Whoa! A real ocular opener here. . .

". . .*an order from the court. . .will force Leatherman to state truthfully where its tools are manufactured*. . ."

Well now, I really must say. . .


----------



## markdi

my nephiew's girlfriend's father works at Leatherman.

I have been there many times to have one of there tools fixed or sharpened.

I usually get my tool mailed back to me in three days - totaly free of charge.


----------



## powernoodle

VWTim said:


> when the owner started supporting Kerry for President



Glad I'm not the last person on earth who recalls this. I'll never buy another. Never. No way. :wave:


----------



## InfidelCastro

heathah said:


> Correct me if I'm wrong but I believe I read somewhere in a thread over in Bladeforums that the reason Leatherman quit putting USA on their tools was because a product could only have USA on it if it was made entirely in the USA. That means no parts from anywhere else (screws, washers, etc.). I haven't really looked but I don't suppose I've ever seen a screw or a washer with USA printed on it.





I have heard that things can be marked 'made in the USA' even if the parts are foreign and it is only partially manufactured here..


That does make sense if you think about how firearms manufactures get around the 89' import ban, but I don't know if that's a good example or not.


----------



## InfidelCastro

powernoodle said:


> Glad I'm not the last person on earth who recalls this. I'll never buy another. Never. No way. :wave:




Globalist socialists Bush/Cheney or globalist socialists Kerry/Edwards... personally I don't get my panties in a bunch over the extremely minor (and in reality non-existent) differences between the two corporate parties. I voted for Badnarik myself. I refuse to be a party to the slow destruction of this country, whether it's Kerry driving us off the cliff at 80mph or Bush at 70.


----------



## DimBeam

InfidelCastro said:


> Globalist socialists Bush/Cheney or globalist socialists Kerry/Edwards... personally I don't get my panties in a bunch over the extremely minor (and in reality non-existent) differences between the two corporate parties. I voted for Badnarik myself. I refuse to be a party to the slow destruction of this country, whether it's Kerry driving us off the cliff at 80mph or Bush at 70.




Could not have said it better!!


----------



## RA40

InfidelCastro said:


> I have heard that things can be marked 'made in the USA' even if the parts are foreign and it is only partially manufactured here..
> .



I don't have the specifics, a product's origin has to have a percentage to qualify for the designation. Supporting items like screws, washers can be of off shore manufacture. Main componets produced off shore but assembled in US would read of the country it was produced in. Other labeling would be:"Assembled in USA with components manufactured from XXXX."


----------



## heathah

InfidelCastro said:


> I have heard that things can be marked 'made in the USA' even if the parts are foreign and it is only partially manufactured here..
> 
> 
> That does make sense if you think about how firearms manufactures get around the 89' import ban, but I don't know if that's a good example or not.

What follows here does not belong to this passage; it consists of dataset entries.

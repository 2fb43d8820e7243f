package iridepth.photo;

import static org.junit.jupiter.api.Assertions.assertEquals;
import static org.junit.jupiter.api.Assertions.assertFalse;
import static org.junit.jupiter.api.Assertions.assertThrows;
import static org.junit.jupiter.api.Assertions.assertTrue;

import java.io.IOException;
import java.nio.file.Path;
import java.util.ArrayList;
import java.util.List;
import java.util.Optional;
import javax.imageio.IIOImage;
import javax.imageio.ImageIO;
import javax.imageio.ImageWriteParam;
import javax.imageio.ImageWriter;
import javax.imageio.stream.ImageOutputStream;
import org.junit.jupiter.api.Test;
import org.junit.jupiter.api.io.TempDir;
import org.junit.jupiter.params.ParameterizedTest;
import org.junit.jupiter.params.provider.CsvSource;
import org.junit.jupiter.params.provider.ValueSource;

/** The truth is the camera that the photos were simulated with: photon and read noise as EMVA Standard 1288 models them. */
class NoiseModelTest {

    private static final int WIDTH = 400;
    private static final int HEIGHT = 300;
    /** Fringes of a wedge that bends: smooth, with every level from dark to bright. */
    private static final Camera.Scene FRINGES =
            (x, y, c) -> 0.35 + 0.28 * Math.sin(2 * Math.PI * (x / (70.0 + 15 * c) + y * y / 90000.0));

    @TempDir
    private Path folder;

    private NoiseModel fromPhoto(Path path, Encoding encoding) {
        try (PhotoFile photo = PhotoFile.open(path)) {
            return NoiseModel.fromPhoto(photo, encoding, Optional.empty());
        }
    }

    private static void assertSigma(double expected, NoiseModel model, int channel, double level, double tolerance) {
        assertEquals(expected, Math.sqrt(model.variance(channel, level)), tolerance * expected, "sigma at " + level);
    }

    @ParameterizedTest
    @CsvSource({"16, false", "16, true", "8, true"})
    void photoOfFringesTellsTheNoiseOfTheCamera(int bits, boolean srgb) {
        Camera camera = new Camera(8000, 0.003, 0, bits, srgb, 1);
        NoiseModel model = fromPhoto(camera.photograph(folder.resolve("p.tif"), WIDTH, HEIGHT, 3, FRINGES),
                camera.encoding());
        for (int c = 0; c < 3; c++) {
            for (double level : new double[] {0.1, 0.3, 0.6}) {
                assertSigma(camera.sigma(level), model, c, level, 0.05);
            }
            assertEquals(0, model.correlation(c), 0.03);
        }
        assertFalse(model.correlated());
    }

    @Test
    void edgesAndTextureDoNotCount() {
        Camera camera = Camera.linear(8000, 0.003, 2);
        Camera.Scene scene = (x, y, c) -> {
            boolean textured = x < 120;
            double texture = textured ? 0.05 * Math.sin(1.9 * x + 0.7 * y) * Math.sin(0.4 * x - 2.3 * y) : 0;
            return 0.1 + 0.1 * ((x / 29 + y / 37) % 6) + texture;
        };
        NoiseModel model = fromPhoto(camera.photograph(folder.resolve("p.tif"), WIDTH, HEIGHT, 1, scene), camera.encoding());
        assertSigma(camera.sigma(0.2), model, 0, 0.2, 0.08);
        assertSigma(camera.sigma(0.5), model, 0, 0.5, 0.08);
    }

    @Test
    void nearlyConstantPhotoTellsTheNoiseAtItsLevel() {
        Camera camera = Camera.linear(20000, 0, 3);
        NoiseModel model = fromPhoto(camera.photograph(folder.resolve("p.tif"), 120, 90, 1, (x, y, c) -> 0.5),
                camera.encoding());
        assertSigma(camera.sigma(0.5), model, 0, 0.5, 0.05);
    }

    /** Noise of 0.3 counts rms: with the rounding the error of a count is sqrt(0.3^2 + 1/12) = 0.417 counts rms. */
    @Test
    void noiseBelowTheRoundingStepIsNotTakenAsNone() {
        double sigma = 0.3 / 255;
        Camera camera = new Camera(1e9, sigma, 0, 8, false, 4);
        Path path = camera.photograph(folder.resolve("p.tif"), WIDTH, HEIGHT, 1, (x, y, c) -> 0.2 + 0.0013 * x + 0.0007 * y);
        NoiseModel model = fromPhoto(path, Encoding.linear(255));
        double total = Math.sqrt(model.variance(0, 0.5, 1 / 255.0)) * 255;
        assertEquals(0.417, total, 0.06);
    }

    @Test
    void photoWithoutAnyNoiseHasThatOfRounding() {
        Path path = Pictures.tiff(folder.resolve("p.tif"), 64, 64, 1, 8, (x, y, c) -> 128);
        NoiseModel model = fromPhoto(path, Encoding.linear(255));
        assertEquals(1 / (12 * 255.0 * 255.0), model.variance(0, 0.5, 1 / 255.0), 1e-12);
    }

    @Test
    void pedestalWithoutADarkShowsAsBlackLevel() {
        Camera camera = new Camera(8000, 0, 0.1, 16, false, 5);
        NoiseModel model = fromPhoto(camera.photograph(folder.resolve("p.tif"), WIDTH, HEIGHT, 1, FRINGES),
                camera.encoding());
        assertEquals(0.1, model.black(0), 0.02);
        assertSigma(camera.sigma(0.5), model, 0, 0.6, 0.04);
    }

    @Test
    void differencesOfFlatsTellTheNoiseWhateverTheScene() {
        Camera.Scene rough = (x, y, c) -> 0.1 + 0.1 * ((x * 7 + y * 13) % 8);
        List<PhotoFile> flats = new ArrayList<>();
        for (int i = 0; i < 3; i++) {
            flats.add(PhotoFile.open(new Camera(8000, 0.003, 0, 16, false, 10 + i)
                    .photograph(folder.resolve(i + ".tif"), 160, 120, 1, rough)));
        }
        NoiseModel model = NoiseModel.fromFlats(flats, Encoding.linear(65535), Optional.empty());
        flats.forEach(PhotoFile::close);
        assertSigma(Camera.linear(8000, 0.003, 0).sigma(0.45), model, 0, 0.45, 0.03);
        assertEquals(0, model.correlation(0), 0.03);
    }

    @Test
    void darkAndFlatTogetherTellReadNoiseAndFullWell() {
        Camera camera = new Camera(20000, 0.002, 0.02, 16, false, 6);
        Path darkPath = camera.photograph(folder.resolve("d.tif"), WIDTH, HEIGHT, 1, (x, y, c) -> 0);
        Path flatPath = camera.photograph(folder.resolve("f.tif"), WIDTH, HEIGHT, 1, (x, y, c) -> 0.6 - 0.0004 * x);
        try (PhotoFile dark = PhotoFile.open(darkPath); PhotoFile flat = PhotoFile.open(flatPath)) {
            Optional<ShadingField> field = Optional.of(ShadingField.dark(dark, camera.encoding()));
            NoiseModel model = NoiseModel.fit(PhotonTransfer.of(dark, camera.encoding(), field)
                    .and(PhotonTransfer.of(flat, camera.encoding(), field)));
            assertEquals(0.002, model.readNoise(0), 0.02 * 0.002);
            assertEquals(20000, 1 / model.gain(0), 0.03 * 20000);
            assertEquals(0, model.black(0));
        }
    }

    /** Noise passed through a smoothing window keeps the sum of squared weights as its variance. */
    @ParameterizedTest
    @ValueSource(doubles = {0.6, 0.8, 1.2})
    void smoothedNoiseIsRecognisedAndItsVarianceNotMissed(double blur) {
        Camera camera = Camera.linear(5000, 0, 7);
        double[] noisy = camera.linear(WIDTH, HEIGHT, 1, (x, y, c) -> 0.5);
        double[] weights = new double[9];
        double sum = 0;
        for (int i = 0; i < 9; i++) {
            weights[i] = Math.exp(-(i - 4) * (i - 4) / (2 * blur * blur));
            sum += weights[i];
        }
        double squares = 0;
        double products = 0;
        for (int i = 0; i < 9; i++) {
            weights[i] /= sum;
            squares += weights[i] * weights[i];
            products += i > 0 ? weights[i] * weights[i - 1] : 0;
        }
        Path path = Pictures.tiff(folder.resolve("p.tif"), WIDTH - 8, HEIGHT - 8, 1, 16, (x, y, c) -> {
            double smooth = 0;
            for (int i = 0; i < 81; i++) {
                smooth += weights[i % 9] * weights[i / 9] * noisy[(y + i / 9) * WIDTH + x + i % 9];
            }
            return camera.count(smooth);
        });
        NoiseModel model = fromPhoto(path, Encoding.linear(65535));
        assertEquals(camera.sigma(0.5) * squares, Math.sqrt(model.variance(0, 0.5)), 0.12 * camera.sigma(0.5) * squares);
        assertEquals(products / squares, model.correlation(0), 0.06);
        assertTrue(model.correlated());
    }

    @ParameterizedTest
    @ValueSource(floats = {0.95f, 0.85f, 0.6f})
    void errorOfJpegIsStatedToAQuarter(float quality) throws IOException {
        Camera camera = new Camera(8000, 0.003, 0, 8, true, 8);
        double[] noisy = camera.linear(WIDTH, HEIGHT, 3, FRINGES);
        Path path = folder.resolve("p.jpg");
        ImageWriter writer = ImageIO.getImageWritersByFormatName("jpeg").next();
        try (ImageOutputStream out = ImageIO.createImageOutputStream(path.toFile())) {
            writer.setOutput(out);
            ImageWriteParam param = writer.getDefaultWriteParam();
            param.setCompressionMode(ImageWriteParam.MODE_EXPLICIT);
            param.setCompressionQuality(quality);
            writer.write(null, new IIOImage(Pictures.image(WIDTH, HEIGHT, 3, 8,
                    (x, y, c) -> camera.count(noisy[(y * WIDTH + x) * 3 + c])), null, null), param);
        } finally {
            writer.dispose();
        }
        try (PhotoFile photo = PhotoFile.open(path)) {
            Encoding srgb = camera.encoding();
            NoiseModel model = NoiseModel.fromPhoto(photo, srgb, Optional.empty());
            assertTrue(model.correlated());
            Frame frame = photo.all();
            for (int c = 0; c < 3; c++) {
                double ratio = 0;
                for (int i = 0; i < WIDTH * HEIGHT; i++) {
                    int count = frame.count(i % WIDTH, i / WIDTH, c);
                    double light = FRINGES.at(i % WIDTH, i / WIDTH, c);
                    ratio += Math.pow(srgb.linear(c, count) - light, 2)
                            / model.variance(c, light, srgb.slope(c, light)) / (WIDTH * HEIGHT);
                }
                assertEquals(1, Math.sqrt(ratio), 0.25, "true error over stated error in channel " + c);
            }
        }
    }

    /** EMVA Standard 1288: the variance in electrons is read noise squared plus the number of electrons. */
    @Test
    void givenFiguresAreInElectrons() {
        NoiseModel model = NoiseModel.of(10, 10000);
        double electrons = 0.25 * 10000;
        assertEquals((100 + electrons) / 1e8, model.variance(2, 0.25), 1e-15);
        assertEquals(100 / 1e8, model.variance(0, -0.1), 1e-15);
        assertEquals(0.001, model.readNoise(0), 1e-15);
    }

    @Test
    void impossibleFiguresAreTold() {
        assertEquals("a read noise of -1.0 and a full well of 100.0 electrons are not possible: give 0 <= read noise < full well",
                assertThrows(IllegalArgumentException.class, () -> NoiseModel.of(-1, 100)).getMessage());
        assertEquals("no flat is given: give one or more", assertThrows(IllegalArgumentException.class,
                () -> NoiseModel.fromFlats(List.of(), Encoding.linear(1), Optional.empty())).getMessage());
    }

    @Test
    void clippedPhotosAreRefused() {
        Path path = Pictures.tiff(folder.resolve("p.tif"), 64, 64, 1, 8, (x, y, c) -> x % 3 == 0 ? 255 : 100);
        assertEquals(path + ": has too few parts that are clipped nowhere in channel 1 to tell its noise; give the camera's "
                + "read noise and full well",
                assertThrows(PhotoException.class, () -> fromPhoto(path, Encoding.linear(255))).getMessage());
    }

    @Test
    void photosOfTwoKindsAreRefused() {
        Path one = Pictures.tiff(folder.resolve("1.tif"), 64, 64, 1, 8, (x, y, c) -> 100);
        Path two = Pictures.tiff(folder.resolve("2.tif"), 64, 65, 1, 8, (x, y, c) -> 100);
        try (PhotoFile a = PhotoFile.open(one); PhotoFile b = PhotoFile.open(two)) {
            assertEquals(two + ": differs from " + one + " in size, channels or bit depth; give two photos with the same "
                    + "camera settings", assertThrows(PhotoException.class,
                            () -> NoiseModel.fromFlats(List.of(a, b), Encoding.linear(255), Optional.empty())).getMessage());
        }
    }

    @Test
    void curvesOfDifferentChannelsAreNotJoined() {
        Path grey = Pictures.tiff(folder.resolve("1.tif"), 64, 64, 1, 8, (x, y, c) -> 100);
        Path rgb = Pictures.tiff(folder.resolve("2.tif"), 64, 64, 3, 8, (x, y, c) -> 100);
        try (PhotoFile a = PhotoFile.open(grey); PhotoFile b = PhotoFile.open(rgb)) {
            Encoding linear = Encoding.linear(255);
            assertEquals("curves of 1 and 3 channels cannot be joined; use photos of one camera",
                    assertThrows(IllegalArgumentException.class, () -> PhotonTransfer.of(a, linear, Optional.empty())
                            .and(PhotonTransfer.of(b, linear, Optional.empty()))).getMessage());
        }
    }
}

This is more from the link parnass mentioned earlier about the California/Leatherman lawsuit:

"The action alleges that the company sold its tools in packaging indicating that they were produced completely in the United States, when in actuality certain parts were manufactured outside the country. California's consumer protection laws--which are more stringent in some ways than those of other states--prohibit the unqualified use of statements like "Made in the U.S.A." if a product is made of parts manufactured in another country, even if the final product was in fact assembled here."


----------